Authors: Yo-Lun Chu aff001;  Chia-Hsien Chen aff002;  Fon-Yih Tsuang aff005;  Chang-Jung Chiang aff002;  Yueh Wu aff001;  Yi-Jie Kuo aff001
Authors place of work: Department of Orthopedic Surgery, Wan Fang Hospital, Taipei Medical University, Taipei, Taiwan aff001;  Department of Orthopedics, Shuang Ho Hospital, Taipei Medical University, New Taipei City, Taiwan aff002;  Department of Orthopedic Surgery, School of Medicine, College of Medicine, Taipei Medical University, Taipei, Taiwan aff003;  Graduate Institute of Biomedical Materials and Tissue Engineering, College of Biomedical Engineering, Taipei Medical University, Taipei, Taiwan aff004;  Division of Neurosurgery, Department of Surgery, National Taiwan University Hospital, Taipei, Taiwan aff005
Published in the journal: PLoS ONE 14(11)
Category: Research Article
doi: https://doi.org/10.1371/journal.pone.0224699

Summary

Pedicle screws are commonly used for posterior stabilization of the spine. When used in deformed or degenerated segments, the pedicle screws are often not fully inserted into the bone, but instead the threaded portion is exposed by 1 or 2 threads to accommodate rod placement and ensure alignment between the tulip of the screw and the rod. However, broken pedicle screws have been reported with the use of this method. The aim of this study was to determine how the fatigue life of the screw is affected by not fully inserting the screw into the bone. Spinal constructs were evaluated in accordance with ASTM F1717. The following three screw positions were subjected to compression bending fatigue loading; (i) pedicle screw fully inserted in the test block with no threads exposed (EXP-T0), (ii) pedicle screw inserted with one thread exposed outside the test block (EXP-T1), (iii) pedicle screw inserted with two threads exposed outside the test block (EXP-T2). Corresponding finite element models FEM-T0, FEM-T1 and FEM-T2 were also constructed and subjected to the same axial loading as the experimental groups to analyze the stress distribution in the pedicle screws and rods. The results showed that under a 190 N axial load, the EXP-T0 group survived the full 5 million cycles, the EXP-T1 group failed at 3.7 million cycles on average and the EXP-T2 groups failed at 1.0 million cycles on average, while the fatigue strength of both the EXP-T1 and EXP-T2 groups was 170 N. The constructs failed through fracture of the pedicle screw. In comparison to the FEM-T0 model, the maximum von Mises stress on the pedicle screw in the FEM-T1 and FEM-T2 models increased by 39% and 58%, respectively. In conclusion, this study demonstrated a drastic decrease in the fatigue life of pedicle screws when they are not full inserted into the plastic block.

Keywords:

Medical implants – Spine – Stiffness – Bone fracture – Material fatigue – Finite element analysis – spinal fusion – Metal fatigue

Introduction

Traditional rigid pedicle screw-rod systems are widely used in the treatment of spinal diseases as they offer immobilization, stabilization and mechanical support to the adjacent vertebrae as an adjunct to spinal fusion procedures. On average, the lumbar region moves through approximately 3 million cycles per year [1,2], and fatigue fracture of implants is a leading cause of post-operative failure of implanted spines [36]. Implant failure can disturb the healing process as the support structure can no longer withstand the loading placed upon it [7]. Given that the natural bone fusion process may take up to 12 months, ideally the implanted support structure should be capable of withstanding loading over this period [8].

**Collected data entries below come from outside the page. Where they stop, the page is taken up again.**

//! Floating-point units, on softfloat.

pub mod chain32;
pub mod chain64;
mod common_chain;
pub mod convert;
pub mod elementary;
pub mod powcast;
pub mod x87;
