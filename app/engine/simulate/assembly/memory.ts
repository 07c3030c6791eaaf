/** Where the tables lie: byte addresses, read once from the headers that the packer writes. */

/** Grows with every change of tables or headers, so that a driver refuses a kernel of another build. */
const LAYOUT_VERSION: u32 = 1

export function layoutVersion(): u32 {
  return LAYOUT_VERSION
}

export let nNets: u32 = 0
export let nTaps: u32 = 0
export let gates: usize = 0
export let sites: usize = 0
export let pins: usize = 0
export let pinClasses: usize = 0
export let fanouts: usize = 0
export let watched: usize = 0
export let watchSlots: usize = 0
export let regions: usize = 0
export let taps: usize = 0
export let masks: usize = 0

export let values: usize = 0
export let observability: usize = 0
export let queue: usize = 0
export let summary: usize = 0
export let undo: usize = 0
export let candidates: usize = 0
export let watchMasks: usize = 0
export let rowMasks: usize = 0
export let valid: usize = 0
export let scratch: usize = 0
export let first: usize = 0
export let detections: usize = 0
export let possibly: usize = 0

/** Points the tables at one circuit's memory and at one thread's own part of it. */
export function attach(shared: usize, own: usize): void {
  nNets = load<u32>(shared, 0)
  nTaps = load<u32>(shared, 4)
  gates = load<u32>(shared, 8)
  sites = load<u32>(shared, 12)
  pins = load<u32>(shared, 16)
  pinClasses = load<u32>(shared, 20)
  fanouts = load<u32>(shared, 24)
  watched = load<u32>(shared, 28)
  watchSlots = load<u32>(shared, 32)
  regions = load<u32>(shared, 36)
  taps = load<u32>(shared, 40)
  masks = load<u32>(shared, 44)

  values = load<u32>(own, 0)
  observability = load<u32>(own, 4)
  queue = load<u32>(own, 8)
  summary = load<u32>(own, 12)
  undo = load<u32>(own, 16)
  candidates = load<u32>(own, 20)
  watchMasks = load<u32>(own, 24)
  rowMasks = load<u32>(own, 28)
  valid = load<u32>(own, 32)
  scratch = load<u32>(own, 36)
  first = load<u32>(own, 40)
  detections = load<u32>(own, 44)
  possibly = load<u32>(own, 48)
}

Improper device design is the main factor to cause the fatigue failure. However, under the same material properties and device design, fatigue life of pedicle screws is more likely to decrease due to improper selection, orientation or position of the screw [9,10]. When pedicle screws are applied to deformed or degenerated segments, the screws are often not fully inserted into the bone, leaving 1 or 2 threads exposed to accommodate rod placement and avoid impingement. Numerous studies have evaluated the relationship between fatigue life and raw materials, surface modifications, and poly-mechanism [1113], while others assessed the mechanical performance of posterior fixation constructs through experimental tests or finite element simulations [1,2,9,1416]. La Barbera et al. [9,17] found that the stress on pedicle screws is related to the unsupported screw length exposed outside the vertebra, and their results showed that an unsupported screw length of 2.3 mm leads to a reduction of 3.2 million cycles in the fatigue strength of the tested implant, corresponding to a predicted increase of 40% in the von Mises stress on the screw neck. However, while ASTM F2706 [18] describes a method for determining the unsupported screw length in an occipital-cervical-thoracic spinal implant, there is no similar definition for unsupported screw length in ASTM F1717 [19] for posterior spinal fixation.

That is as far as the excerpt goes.